• _PROBLEM STATEMENT_
Counting the line with "export function pick(list: RankingList, s: Float64Array): number" as the last one, copy out the lines of the data exactly from the first onward.

• _ENTRIES SHOWN_

/**
 * Ranking lists (records.ts, RankingList) as the trainers, eval and rerank
 * score them: w · (candidate − reference) per candidate (the reference adds
 * the same to every candidate, so it is never read), the model's pick (ties to
 * the lower base rank), the base 1-best, the oracle, the training target.
 * One summation order everywhere (integer part, then real part), so train,
 * eval and rerank always pick alike. Pure.
 */
import { sentenceF1 } from '../core/f1-table.js';
import type { RankingList } from '../records.js';

export type { RankingList };
export { rankingList } from '../formats/shard-record.js';

export function size(list: RankingList): number {
  return list.rank.length;
}

/** The model score of every candidate: w · difference. */
export function scores(list: RankingList, w: Float64Array | Float32Array, out = new Float64Array(list.rank.length)): Float64Array {
  const { start, idx, val } = list;
  for (let c = 0; c < list.rank.length; c++) {
    let s = 0;
    for (let k = start[c]; k < start[c + 1]; k++) s += w[idx[k]] * val[k];
    out[c] = s;
  }
  return out;
}

/** The candidate a model picks: the highest score, ties to the lower base rank (-1 for an empty list). */
export function pick(list: RankingList, s: Float64Array): number {
  let best = -1;
  const rank = list.rank;
  for (let c = 0; c < rank.length; c++) {
    if (best < 0 || s[c] > s[best] || (s[c] === s[best] && rank[c] < rank[best])) best = c;
  }
  return best;
}

/** Sentence F1 of every candidate. */
export function f1s(list: RankingList): Float64Array {
  const out = new Float64Array(list.rank.length);
  for (let c = 0; c < out.length; c++) out[c] = sentenceF1(list.gold, { matched: list.matched[c], test: list.test[c] });
  return out;
}

/**
 * The training target: a candidate with the best F1, ties to the lower base
 * rank; -1 when every candidate has the same F1 (nothing to learn there).
 */
export function target(list: RankingList, f: Float64Array = f1s(list)): number {
  let best = -1;
  let varies = false;
  const rank = list.rank;
  for (let c = 0; c < rank.length; c++) {
    if (c > 0 && f[c] !== f[0]) varies = true;
    if (best < 0 || f[c] > f[best] || (f[c] === f[best] && rank[c] < rank[best])) best = c;
  }
  return varies ? best : -1;
}

/** The candidates as the F1 table takes them. */
export function scored(list: RankingList): { gold: number; cands: { rank: number; matched: number; test: number }[] } {
  return { gold: list.gold, cands: Array.from(list.rank, (rank, c) => ({ rank, matched: list.matched[c], test: list.test[c] })) };
}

• _WRITTEN ANSWER_
/**
 * Ranking lists (records.ts, RankingList) as the trainers, eval and rerank
 * score them: w · (candidate − reference) per candidate (the reference adds
 * the same to every candidate, so it is never read), the model's pick (ties to
 * the lower base rank), the base 1-best, the oracle, the training target.
 * One summation order everywhere (integer part, then real part), so train,
 * eval and rerank always pick alike. Pure.
 */
import { sentenceF1 } from '../core/f1-table.js';
import type { RankingList } from '../records.js';

export type { RankingList };
export { rankingList } from '../formats/shard-record.js';

export function size(list: RankingList): number {
  return list.rank.length;
}

/** The model score of every candidate: w · difference. */
export function scores(list: RankingList, w: Float64Array | Float32Array, out = new Float64Array(list.rank.length)): Float64Array {
  const { start, idx, val } = list;
  for (let c = 0; c < list.rank.length; c++) {
    let s = 0;
    for (let k = start[c]; k < start[c + 1]; k++) s += w[idx[k]] * val[k];
    out[c] = s;
  }
  return out;
}

/** The candidate a model picks: the highest score, ties to the lower base rank (-1 for an empty list). */
export function pick(list: RankingList, s: Float64Array): number {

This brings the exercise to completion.